Since the pioneering work of Embrechts and co-authors in 1999, copula models enjoy steadily increasing popularity in finance. Whereas copulas are well-studied in the bivariate case, the higher-dimensional case still offers several open issues and it is by far not clear how to construct copulas which sufficiently capture the characteristics of financial returns. For this reason, elliptical copulas (i.e. Gaussian and Student-t copula) still dominate both empirical and practical applications. On the other hand, several attractive construction schemes appeared in the recent literature prom sing flexible but still manageable dependence models.

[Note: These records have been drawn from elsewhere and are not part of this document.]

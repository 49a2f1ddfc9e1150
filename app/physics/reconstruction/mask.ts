import type { FocusModel } from '#app/physics/optics/closed-form/beam.ts';
import type { Optic } from '#app/physics/optics/optic.ts';
import { defaultOccluderSigmaM, movedOccluders } from '#app/physics/occluders.ts';
import { occlusionTest } from '#app/physics/optics/trace/occlusion.ts';
import { indexForFocus } from '#app/physics/optics/trace/spectral.ts';
import { traceBundle } from '#app/physics/optics/trace/trace-bundle.ts';
import type { Occluder } from '#app/physics/optics/trace/trace-model.ts';
import { cross, scale, unit, type Vector } from '#app/physics/vector.ts';
import type { SettledInput } from './setting.ts';

/** Share of the light towards the optic that passes openings and bars: as surveyed, and at the ends of the survey error. */
export interface RayShare {
  readonly nominal: number;
  readonly least: number;
  readonly most: number;
}

export type Mask = (towardsSun: Vector, sunHalfAngleRad: number) => RayShare;

/** Rays by which a minute is judged; a bar of 1 % of the aperture is seen. */
const rays = 256;

/** A surveyed corner counts as excluded beyond this many sigmas. */
const sigmas = 2;

/** The optic with the same aperture and the least to compute: what happens beyond its first surface does not matter here. */
function sameAperture(optic: Optic): Optic {
  if (optic.kind === 'bowed-pane') {
    const { widthM, heightM, axisAzimuthDeg, axisElevationDeg } = optic;
    return { kind: 'fresnel', widthM, heightM, axisAzimuthDeg, axisElevationDeg, focalLengthM: 1, transmittance: 1, slopeErrorMrad: 0 };
  }
  if ('material' in optic) return { ...optic, slopeErrorMrad: 0, material: { name: 'explicit', refractiveIndex: indexForFocus(optic.material), absorptionPerM: 0 } };
  if ('paneWidthM' in optic) {
    const { paneWidthM: _width, paneTiltMrad: _tilt, paneBowM: _bow, ...smooth } = optic;
    return { ...smooth, slopeErrorMrad: 0 };
  }
  return { ...optic, slopeErrorMrad: 0 };
}

function passingShare(optic: Optic | undefined, occluders: readonly Occluder[], towardsSun: Vector, sunHalfAngleRad: number): number {
  if (optic === undefined) {
    const blocked = occlusionTest(occluders, { x: [1, 0, 0], y: [0, 1, 0], z: [0, 0, 1] });
    return blocked?.(0, 0, 0, towardsSun[0], towardsSun[1], towardsSun[2]) === true ? 0 : 1;
  }
  const { ledger } = traceBundle({ optic, occluders, sunDirection: towardsSun, sunHalfAngleRad, receiver: { kind: 'best plane' }, rays, seed: 0 }).bundle;
  const met = ledger.incident + ledger.blocked;
  return met > 0 ? ledger.incident / met : 1;
}

/**
 * Mask of the scene; null without occluders. Without an optic its origin stands for it.
 *
 * The survey error moves all occluders together across the light: which of them is off is not known.
 */
export function maskOf(input: SettledInput, occluders: readonly Occluder[], model: FocusModel | null): Mask | null {
  if (occluders.length === 0) return null;
  const optic = input.optic === undefined || model === null ? undefined : sameAperture(input.optic);
  const reachM = sigmas * (input.occluderSigmaM ?? defaultOccluderSigmaM);
  return (towardsSun, sunHalfAngleRad) => {
    const nominal = passingShare(optic, occluders, towardsSun, sunHalfAngleRad);
    // Whatever was wholly clear of an optic cannot cover it by moving less than half its width.
    if (reachM === 0 || (nominal === 1 && model !== null && reachM < model.halfWidthM)) return { nominal, least: nominal, most: nominal };
    const side = unit(Math.abs(towardsSun[2]) < 0.99 ? cross([0, 0, 1], towardsSun) : cross([1, 0, 0], towardsSun));
    const across = cross(towardsSun, side);
    const shares = [side, scale(side, -1), across, scale(across, -1)].map((direction) =>
      passingShare(optic, movedOccluders(occluders, scale(direction, reachM)), towardsSun, sunHalfAngleRad));
    return { nominal, least: Math.min(nominal, ...shares), most: Math.max(nominal, ...shares) };
  };
}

The aim of this work is to empirically investigate whether these models are really capable to outperform its benchmark, i.e. the Student-t copula (which is termed by Paul Embrechts as "desert island copula" on account of its excellent fit to financial returns) and, in addition, to compare the fit of these different copula classes among themselves.

Suggested Citation

  • Fischer, Matthias J. & Köck, Christian & Schlüter, Stephan & Weigert, Florian, 2007. "Multivariate Copula Models at Work: Outperforming the desert island copula?," Discussion Papers 79/2007, Friedrich-Alexander University Erlangen-Nuremberg, Chair of Statistics and Econometrics.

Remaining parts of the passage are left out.